Stored dataset items:
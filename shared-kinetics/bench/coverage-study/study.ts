import { errorKinds, reactions } from './design.ts'
import { isGated, outsideGate } from './gate.ts'
import { pageOf } from './page.ts'
import { runShare, type Share, type ShareResult } from './run-share.ts'
import { merged } from './tally.ts'
import { cellName } from './words.ts'

export { runShare }

/** Replicates of one share: some seconds of work. */
const replicatesOfShare = 50

/** The whole study in shares, in the order in which their results are put together. */
export const sharesOf = (replicates: number, seed: number): Share[] =>
  errorKinds.flatMap((error) =>
    reactions.flatMap((_, reaction) =>
      Array.from({ length: Math.ceil(replicates / replicatesOfShare) }, (__, k): Share => {
        const from = k * replicatesOfShare
        return { seed, error, reaction, from, to: Math.min(replicates, from + replicatesOfShare) }
      }),
    ),
  )

export interface StudyReport {
  readonly page: string
  readonly gatedCells: number
  /** Gated cells outside the bounds, by name and number. */
  readonly failures: readonly string[]
}

/** @param results - in the order of `sharesOf` */
export function reportOf(results: readonly ShareResult[], replicates: number, seed: number): StudyReport {
  const cells = merged(results.map((result) => result.cells))
  return {
    page: pageOf(
      cells,
      results.flatMap((result) => result.findings),
      { replicates, seed },
    ),
    gatedCells: cells.filter(isGated).length,
    failures: outsideGate(cells).map(cellName),
  }
}
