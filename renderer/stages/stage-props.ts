import type { StudyChange } from '../../shared-kinetics/contract/study-change.ts'
import type { StudyDocument } from '../../shared-kinetics/contract/study-document.ts'
import type { StudyResult } from '../../shared-kinetics/contract/study-result.ts'

/** What a stage can set going. */
export interface SheetActions {
  readonly change: (change: StudyChange) => void
  readonly openFiles: () => void
  readonly openDemo: () => void
  readonly newStudy: () => void
  readonly openRecent: (studyId: string) => void
  readonly saveCopy: () => void
  readonly exportTable: () => void
  /** The main table of the stage. */
  readonly copyTable: () => void
  /** A table as text. */
  readonly copyOut: (text: string) => void
  readonly exportRateConstants: (format: 'csv' | 'json' | 'svg') => void
  /** Begins a table of rate constants by hand. */
  readonly typeRateConstants: () => void
  readonly undo: () => void
  readonly redo: () => void
  readonly moveLevel: (index: number) => void
  readonly pictureCopied: (failure: string | null) => void
}

export interface StageProps {
  readonly document: StudyDocument
  /** null until the first results are there. */
  readonly result: StudyResult | null
  readonly levelIndex: number
  /** The conversion at `levelIndex`; null where there are no results yet. */
  readonly level: number | null
  readonly actions: SheetActions
}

* _Problem to work on_
Down to the last line, repeat the data exactly.

* _Answer section_
filename shared-kinetics/bench/coverage-study/study.ts
import { errorKinds, reactions } from './design.ts'
import { isGated, outsideGate } from './gate.ts'
import { pageOf } from './page.ts'
import { runShare, type Share, type ShareResult } from './run-share.ts'
import { merged } from './tally.ts'
import { cellName } from './words.ts'

export { runShare }

/** Replicates of one share: some seconds of work. */
const replicatesOfShare = 50

/** The whole study in shares, in the order in which their results are put together. */
export const sharesOf = (replicates: number, seed: number): Share[] =>
  errorKinds.flatMap((error) =>
    reactions.flatMap((_, reaction) =>
      Array.from({ length: Math.ceil(replicates / replicatesOfShare) }, (__, k): Share => {
        const from = k * replicatesOfShare
        return { seed, error, reaction, from, to: Math.min(replicates, from + replicatesOfShare) }
      }),
    ),
  )

export interface StudyReport {
  readonly page: string
  readonly gatedCells: number
  /** Gated cells outside the bounds, by name and number. */
  readonly failures: readonly string[]
}

/** @param results - in the order of `sharesOf` */
export function reportOf(results: readonly ShareResult[], replicates: number, seed: number): StudyReport {
  const cells = merged(results.map((result) => result.cells))
  return {
    page: pageOf(
      cells,
      results.flatMap((result) => result.findings),
      { replicates, seed },
    ),
    gatedCells: cells.filter(isGated).length,
    failures: outsideGate(cells).map(cellName),
  }
}
filename renderer/stages/stage-props.ts
import type { StudyChange } from '../../shared-kinetics/contract/study-change.ts'
import type { StudyDocument } from '../../shared-kinetics/contract/study-document.ts'
import type { StudyResult } from '../../shared-kinetics/contract/study-result.ts'

/** What a stage can set going. */
export interface SheetActions {
  readonly change: (change: StudyChange) => void
  readonly openFiles: () => void
  readonly openDemo: () => void
  readonly newStudy: () => void
  readonly openRecent: (studyId: string) => void
  readonly saveCopy: () => void
  readonly exportTable: () => void
  /** The main table of the stage. */
  readonly copyTable: () => void
  /** A table as text. */
  readonly copyOut: (text: string) => void
  readonly exportRateConstants: (format: 'csv' | 'json' | 'svg') => void
  /** Begins a table of rate constants by hand. */
  readonly typeRateConstants: () => void
  readonly undo: () => void
  readonly redo: () => void
  readonly moveLevel: (index: number) => void
  readonly pictureCopied: (failure: string | null) => void
}

export interface StageProps {
  readonly document: StudyDocument
  /** null until the first results are there. */
  readonly result: StudyResult | null
  readonly levelIndex: number
  /** The conversion at `levelIndex`; null where there are no results yet. */
  readonly level: number | null
  readonly actions: SheetActions
}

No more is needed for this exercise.